**Work task:**
Return copies of the lines below that mention "ChangeLogEntry".

Collected data entries:
--------

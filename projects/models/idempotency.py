"""Stored responses for POSTs carrying an ``Idempotency-Key``, replayed on retry."""

from django.conf import settings
from django.db import models


class IdempotencyRecord(models.Model):
    class State(models.TextChoices):
        RUNNING = "running"
        DONE = "done"

    user = models.ForeignKey(settings.AUTH_USER_MODEL, on_delete=models.CASCADE)
    key = models.CharField(max_length=200)
    method = models.CharField(max_length=8)
    path = models.CharField(max_length=500)
    body_digest = models.CharField(max_length=64)
    state = models.CharField(max_length=8, choices=State.choices, default=State.RUNNING)
    status_code = models.PositiveSmallIntegerField(null=True)
    response_body = models.JSONField(null=True)
    created_at = models.DateTimeField(auto_now_add=True)

    class Meta:
        constraints = [models.UniqueConstraint(fields=["user", "key"], name="idempotency_key_unique_per_user")]
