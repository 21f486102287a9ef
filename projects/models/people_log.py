"""The organisation's log of who changed people and devices.

Adding a member, changing or removing a role, and issuing or revoking a
device token are not changes of any project's record, so they are logged
here, per organisation, with the actor, the request id and before/after —
the same shape as the record's change log, and as append-only.
"""

from __future__ import annotations

from django.conf import settings
from django.db import models

from .append_only import AppendOnlyModel, AppendOnlyQuerySet
from .tenancy import Organisation


class PeopleLogEntry(AppendOnlyModel):
    organisation = models.ForeignKey(Organisation, on_delete=models.PROTECT, related_name="people_log")
    created_at = models.DateTimeField()
    user = models.ForeignKey(settings.AUTH_USER_MODEL, on_delete=models.PROTECT, null=True, related_name="+")
    user_name = models.CharField(max_length=150, blank=True, help_text="The actor, copied.")
    request_id = models.CharField(max_length=64, blank=True)
    action = models.CharField(max_length=64, help_text="Dotted code, e.g. people.token.revoked.")
    subject = models.ForeignKey(settings.AUTH_USER_MODEL, on_delete=models.PROTECT, null=True, related_name="+",
                                help_text="The person the action was about.")
    subject_name = models.CharField(max_length=150, blank=True)
    object_repr = models.CharField(max_length=200)
    before = models.JSONField(null=True)
    after = models.JSONField(null=True)

    objects = AppendOnlyQuerySet.as_manager()

    class Meta:
        ordering = ["organisation_id", "id"]
        indexes = [models.Index(fields=["organisation", "created_at"])]

    def __str__(self) -> str:
        return f"{self.action} {self.object_repr}"
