"""Revisions and the change log.

Each write-path transaction makes one ``Revision`` of a project's record and
one ``ChangeLogEntry`` per object it changes.  Workflow entries (actions on
interpretation versions) are logged between revisions without making one;
each is its own link of the chain and carries its ``digest``.  The chain is
described in ``projects.record.history``: every field of every entry, the
state rows each revision writes and closes, and every workflow entry are
covered, so the record's history is tamper-evident.  Neither table is ever
edited or deleted from (the ORM refuses, and on PostgreSQL so do triggers).
"""

from __future__ import annotations

from django.conf import settings
from django.db import models

from .append_only import AppendOnlyModel, AppendOnlyQuerySet
from .tenancy import Project
from .tokens import ApiToken


class Revision(AppendOnlyModel):
    project = models.ForeignKey(Project, on_delete=models.PROTECT, related_name="revisions")
    number = models.PositiveIntegerField()
    parent_digest = models.CharField(max_length=64, blank=True)
    digest = models.CharField(max_length=64)
    created_at = models.DateTimeField()
    user = models.ForeignKey(settings.AUTH_USER_MODEL, on_delete=models.PROTECT, null=True, related_name="+")
    user_name = models.CharField(max_length=150, blank=True)
    token = models.ForeignKey(ApiToken, on_delete=models.PROTECT, null=True, blank=True, related_name="+")
    device = models.CharField(max_length=100, blank=True)
    request_id = models.CharField(max_length=64, blank=True, help_text="The server's id of the request.")
    client_request_id = models.CharField(max_length=64, blank=True, help_text="The id the client sent, if any.")
    summary = models.CharField(max_length=300, blank=True)

    objects = AppendOnlyQuerySet.as_manager()

    class Meta:
        base_manager_name = "objects"
        ordering = ["project_id", "number"]
        constraints = [models.UniqueConstraint(fields=["project", "number"], name="revision_number_unique")]

    def __str__(self) -> str:
        return f"{self.project.code}@{self.number}"


class ChangeLogEntry(AppendOnlyModel):
    project = models.ForeignKey(Project, on_delete=models.PROTECT, related_name="changes")
    revision = models.PositiveIntegerField()
    created_at = models.DateTimeField()
    user = models.ForeignKey(settings.AUTH_USER_MODEL, on_delete=models.PROTECT, null=True, related_name="+")
    user_name = models.CharField(max_length=150, blank=True)
    token = models.ForeignKey(ApiToken, on_delete=models.PROTECT, null=True, blank=True, related_name="+")
    device = models.CharField(max_length=100, blank=True)
    request_id = models.CharField(max_length=64, blank=True, help_text="The server's id of the request.")
    client_request_id = models.CharField(max_length=64, blank=True, help_text="The id the client sent, if any.")
    action = models.CharField(max_length=64, help_text="Dotted code, e.g. record.relationship.retracted.")
    object_kind = models.CharField(max_length=32)
    object_id = models.BigIntegerField(null=True)
    object_repr = models.CharField(max_length=200)
    before = models.JSONField(null=True)
    after = models.JSONField(null=True)
    message = models.TextField(blank=True)
    digest = models.CharField(
        max_length=64, blank=True, help_text="Chain link of a workflow entry; empty for an entry of a revision."
    )

    objects = AppendOnlyQuerySet.as_manager()

    class Meta:
        base_manager_name = "objects"
        ordering = ["project_id", "revision", "id"]
        indexes = [
            models.Index(fields=["project", "revision"]),
            models.Index(fields=["project", "object_kind", "object_id"]),
        ]

    def __str__(self) -> str:
        return f"r{self.revision} {self.action} {self.object_repr}"

    def changed_keys(self) -> dict:
        """Only the keys whose value differs between before and after."""
        before, after = self.before or {}, self.after or {}
        keys = sorted(set(before) | set(after))
        return {k: {"before": before.get(k), "after": after.get(k)} for k in keys if before.get(k) != after.get(k)}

--------

**Solved problem:**
one ``ChangeLogEntry`` per object it changes.  Workflow entries (actions on
class ChangeLogEntry(AppendOnlyModel):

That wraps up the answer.